In November 2004, he became CEO of Philips Semiconductors, where he led the spin-off of the division, resulting in the formation of NXP Semiconductors on 1 October 2006. Van Houten left his position as Chief Executive Officer at NXP on 31 December 2008.

On 8 July 2010, van Houten was nominated to succeed Gerard Kleisterlee as CEO of Philips in order to focus more on healthcare.

Since then, he and his team has driven the transformation and revitalization of the Philips portfolio to become a focused health technology company through targeted divestment, acquisition and organic business development. Under his first five years at Philips, shares moved mostly sideways, underperforming the benchmark AEX index by about 10 percent. In 2016, he floated Philips Lighting, the company's original business dating back to 1891, allowing the parent to focus on healthcare equipment.

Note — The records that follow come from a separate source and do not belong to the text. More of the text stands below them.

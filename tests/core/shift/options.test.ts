import { describe, expect, it } from 'vitest';
import { resolveShiftOptions } from '../../../core/shift';
import { make, MELT_ARRHENIUS, RELAX_WLF } from './fixtures';

describe('resolveShiftOptions()', () => {
  const { dataset } = make(MELT_ARRHENIUS, 0.02, 1);

  it('resolveShiftOptions() applies the documented defaults (docs/shifting.md, types.ts @default)', () => {
    const s = resolveShiftOptions(dataset, { referenceK: 463.15 });
    expect(s).toEqual({
      referenceK: 463.15,
      drivers: ['storageModulus', 'lossModulus'],
      vertical: 'auto',
      density: null,
      excluded: [],
      locked: [],
      initialLog10aT: null,
      heldExpansion: null,
      robustLoss: 'huber',
      robustScaleDecades: null,
      outlierThreshold: 4,
      flagOutliers: true,
      minOverlapPoints: 4,
      maxPointsPerDecade: 40,
      reverseAllowanceDecades: 0.5,
      scanStepDecades: 0.05,
      maxIterations: 60,
      toleranceDecades: 0.001,
      checks: true,
    });
  });

  it('resolveShiftOptions() picks the drivers from the data and the vertical mode', () => {
    // bT from the data is one global constant (vertical.ts), so G′ and G″ still drive the shift.
    expect(resolveShiftOptions(dataset, { referenceK: 463.15, vertical: 'data' }).drivers).toEqual([
      'storageModulus',
      'lossModulus',
    ]);
    expect(
      resolveShiftOptions(make(RELAX_WLF, 0.02, 1).dataset, { referenceK: 300 }).drivers,
    ).toEqual(['relaxationModulus']);
    const onlyTan = {
      ...dataset,
      isotherms: dataset.isotherms.map((i) => ({
        ...i,
        quantities: { tanDelta: i.quantities.tanDelta },
      })),
    };
    expect(resolveShiftOptions(onlyTan, { referenceK: 463.15 }).drivers).toEqual(['tanDelta']);
  });

  it('resolveShiftOptions() rejects wrong options naming them', () => {
    expect(() => resolveShiftOptions(dataset, { referenceK: NaN })).toThrow(/referenceK/);
    expect(() => resolveShiftOptions(dataset, { referenceK: 400, drivers: [] })).toThrow(/drivers/);
    expect(() => resolveShiftOptions(dataset, { referenceK: 400, outlierThreshold: 0 })).toThrow(
      /outlierThreshold/,
    );
    expect(() =>
      resolveShiftOptions(dataset, { referenceK: 400, locked: [{ id: 'T01', log10aT: NaN }] }),
    ).toThrow(/locked\[0\]/);
    expect(() =>
      resolveShiftOptions(dataset, {
        referenceK: 400,
        vertical: 'density',
        density: { kind: 'table', points: [] },
      }),
    ).toThrow(/density.points/);
  });
});
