/**
 * Batch speed: 100 invented synthetic samples (9 isotherms × 16 frequencies, one CSV file per
 * isotherm, 2 % noise, WLF shifts, seeds 1…100) written to a temp folder, then run through
 * `runBatch`, the very function behind `thermoshift batch`: import, shifts, models, Prony series,
 * indicators, and every output file including the HTML report. Prints total and per-sample time.
 */
import { mkdtempSync, rmSync } from 'node:fs';
import { tmpdir } from 'node:os';
import { join } from 'node:path';
import { syntheticWlfComponent, writeSyntheticSample } from '../tests/cli/cli-helpers.ts';
import { runBatch, listSamples } from '../app/cli/commands/batch.ts';
import { analyseSample } from '../app/cli/run-sample.ts';
import { readInputs } from '../app/cli/io/read-inputs.ts';

const SAMPLES = 100;

/** One invented sample: the CLI tests' synthetic files, WLF C1 varied with the seed. */
function writeSample(dir: string, seed: number): void {
  writeSyntheticSample(
    dir,
    { seed, components: [syntheticWlfComponent(8.86 + (seed % 5) * 0.2)] },
    { named: false },
  );
}

export async function run(): Promise<void> {
  const root = mkdtempSync(join(tmpdir(), 'thermoshift-batch-bench-'));
  try {
    const input = join(root, 'in');
    for (let s = 1; s <= SAMPLES; s++)
      writeSample(join(input, `sample-${String(s).padStart(3, '0')}`), s);
    const samples = listSamples([], [input]);
    let failed = 0;
    const t0 = performance.now();
    const rows = await runBatch(samples, {
      settings: { referenceTemperature: 100 },
      settingsSource: 'bench',
      out: join(root, 'out'),
      force: false,
      date: '2026-12-01',
      log: (line) => {
        if (line.includes('FAILED')) failed++;
      },
    });
    const ms = performance.now() - t0;
    console.log(
      `batch of ${rows.length} samples (9 isotherms × 16 points each, all outputs written):`,
    );
    console.log(
      `  total ${(ms / 1000).toFixed(2)} s, ${(ms / rows.length).toFixed(1)} ms per sample, ${failed} failed`,
    );
    // The same samples again without writing: how much of it is the analysis itself.
    const t1 = performance.now();
    for (const sample of samples)
      analyseSample(readInputs(sample.paths), { referenceTemperature: 100 }, 'bench');
    const analysisMs = (performance.now() - t1) / samples.length;
    console.log(
      `  of which read + analyse (import, shifts, models, Prony, indicators): ${analysisMs.toFixed(1)} ms per sample`,
    );
  } finally {
    rmSync(root, { recursive: true, force: true });
  }
}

His strategy is also exemplified by the sale of the television business in 2012; the audio and video businesses in 2014. At the same time, Philips has invested in a number of acquisitions that strengthen the company's portfolio, among them medical device leaders Volcano and Spectranetics, respiratory care leader RespirTech, and population health management leaders Wellcentive and VitalHealth, as well as others in digital pathology, neurology, pregnancy & parenting, healthcare informatics and ultrasound. He's also driven increased investment in R&D to establish new businesses in areas like digital pathology, medical wearables and healthcare informatics.

On 16 August 2022, Philips announced that they had parted ways with van Houten due to a mass product recall of Philips Respironics CPAP devices that halved the company's stocks and would further reduce it below the value it had prior to his appointment as CEO.

== Leadership Beyond Royal Philips ==
Frans was Co-Chair at the World Economic Forum in Davos in 2017. He was appointed a member of the Board of Directors of Novartis in February, 2017.

=== Sustainability and the Circular Economy ===
Van Houten was one of the initiators of the Compact for Responsive and Responsible Leadership, which aims to create a corporate governance framework with a focus on the long-term sustainability of corporations and the long-term goals of society. He is an avid supporter and advocate of sustainability and the implementation of a circular economy, and received the Fortune Award for Circular Economy Leadership at an event around the 2018 World Economic Forum Meeting in Davos.

He is one of the original leaders at the World Economic Forum on the circular economy, and co-chair of the Board of Directors and leading Royal Philip's overall engagement in Platform for Accelerating the Circular Economy (PACE). PACE is a public-private collaboration platform and project accelerator focused on building the circular economy. Philip's engagement in PACE includes membership in PACE's Capital Equipment Coalition and a project on e-waste in Nigeria.

=== Single European Market ===
A proponent of a united, single European market, Frans is also a member of the European Round Table of Industrialists, an advocacy organization comprising the 50 largest European multinationals. He is co-founder and advocate of NL2025, a platform of Dutch influencers who support initiatives to create a better future for the Netherlands in the areas of education, sustainable growth and a vital society.

==Other activities==
===Corporate boards===
- Novartis, Member of the Board of Directors (since 2017)
===Non-profit organizations===
- European Round Table of Industrialists (ERT), Member
- NL2025, Co-Founder

== Recognition ==
In 2018, Philips was named in 19th position in Forbes magazine's ranking of the World's Most Reputable Companies; among the Top 25 Companies That Get Design Right by Fortune magazine and among the Top 100 Global Innovators for the fifth consecutive year by Clarivate Analytics (formerly Thomson Reuters Intellectual Property & Science business).

In addition, Van Houten was named among the Top 20 Global Business Leaders in 2017 by Fortune magazine. Its citation stated: “We lean toward CEOs with vision — those impacting the world beyond their companies. The 20 star executives are doing nothing less than defining the future of business.”